Interview de Luke Wroblewski à la conférence UI17 à Boston

Interview de Luke Wroblewski à la conférence UI17 à Boston

par ,
le 20 novembre 2012

0
0

Il y a trois semaines, nous étions à Boston pour assister aux conférences UX « UI17 », organisées par Jared Spool. A cette occasion, nous avons interviewé l’un des intervenants, Luke Wroblewski, auteur de « Mobile First ». L’interview étant en anglais, nous vous en avons fait une retranscription ci-dessous.

Voir la vidéo originale.

Voici 5 questions pour moi, Luke Wroblewski.
Nous sommes à Boston, en novembre, et il fait plutôt froid dehors.

1ère question :
Qu’est-ce que tu penses de la multiplicité des nouveaux appareils connectés à internet (smartphones, tablettes… ) ? Opportunité ou contrainte pour nous, UX designers ?

Je pense en fait que quel que soit ce à quoi nous nous attaquons en matière de web design, il y a des limites et des opportunités, et jongler avec différents types d’appareils cibles n’est pas vraiment un problème.

L’opportunité, c’est qu’il y a beaucoup de facteurs nouveaux : les utilisateurs se servent de différentes façons, dans différents endroits et à différents moments, des applications. Quand vous regardez le contexte dans lesquels les logiciels étaient utilisés avant, il fallait être devant un ordinateur de bureau ou un ordinateur portable. Désormais, ce n’est plus le cas et cela entraîne beaucoup de nouvelles opportunités.

Mais il y a également des contraintes car désormais nous avons à nous demander : « comment notre service peut-il fonctionner complémentairement sur ces différents appareils ? » Ce n’est pas aussi simple que lorsque nous n’avions que d’un facteur principal à nous préoccuper (la taille de l’appareil), il y en a maintenant une quantité.
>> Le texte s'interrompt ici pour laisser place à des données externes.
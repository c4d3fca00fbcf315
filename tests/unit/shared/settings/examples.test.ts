import { createHash } from 'node:crypto'
import { describe, expect, it } from 'vitest'
import { contentOf } from '../../../../shared/settings/content'
import { exampleFiles, pressExample, turntableExample } from '../../../../shared/settings/examples'
import { setupFieldNames, setupFields } from '../../../../shared/settings/fields'
import { hashesOf } from '../../../../shared/settings/hash'
import { readSettingsText } from '../../../../shared/settings/read'
import { writeCsv } from '../../../../shared/settings/write-csv'
import { writeJson } from '../../../../shared/settings/write-json'

const sha256 = (bytes: Uint8Array) => new Uint8Array(createHash('sha256').update(bytes).digest())

describe('the example files', () => {
  it('show every group of the setup and every kind of move', () => {
    const shown = new Set(exampleFiles.flatMap(file => Object.keys(file.setup)))
    expect(new Set(setupFieldNames.filter(name => shown.has(name)).map(name => setupFields[name].group))).toEqual(new Set(['travel', 'homing', 'motion', 'force', 'load', 'tuning', 'io', 'bus']))
    expect(new Set(exampleFiles.flatMap(file => file.moves.map(move => move.kind)))).toEqual(new Set(['absolute', 'relative', 'press']))
  })

  it('are of both axis kinds, one of them wrapping', () => {
    expect(pressExample.axisKind).toBe('linear')
    expect(turntableExample).toMatchObject({ axisKind: 'rotary', setup: { modulo: 360 } })
  })

  /* Worked out outside this code: keys sorted, JSON written, SHA-256 and base 32 taken by a script of a few lines in another language. */
  it('have the hashes that the page about the format shows', () => {
    expect(exampleFiles.map(file => hashesOf(contentOf(file), sha256)).map(({ contentHash, scribeCode }) => [contentHash, scribeCode])).toEqual([
      ['e7ebc8a72a7aa9a22c0a1c8c054ae7c01a4b5cf5802af9c376d99a65850885fc', 'MQEHT-HEAAM'],
      ['07886e282604c14e2c7b0868749a99b0e28a6cc159667442dca2bd3db241a705', 'GV9P6-BA69C'],
      ['c4e62043335fbe676734ef78d0edd99b10c05e7591df9684f5954e438bcaf72f', 'RKK20-GSKBY'],
    ])
  })

  it('are read back from both forms, as they are written', () => {
    for (const file of exampleFiles) {
      for (const text of [writeJson(file), writeCsv(file)]) {
        const outcome = readSettingsText(text)
        expect(outcome.ok && outcome.value).toMatchObject({ file, normalised: { rounded: 0, converted: 0 } })
      }
    }
  })
})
Il est clair que l’évolution des tailles des appareils dans le futur est quelque chose qui influence les fonctions des applications et nos conceptions.

2ème question :
Tu dis que le secret pour créer un design d’interface simple, c’est de se préoccuper avant tout de son contexte d’utilisation. Comment concilier cette règle avec les problématiques liées au responsive web design ?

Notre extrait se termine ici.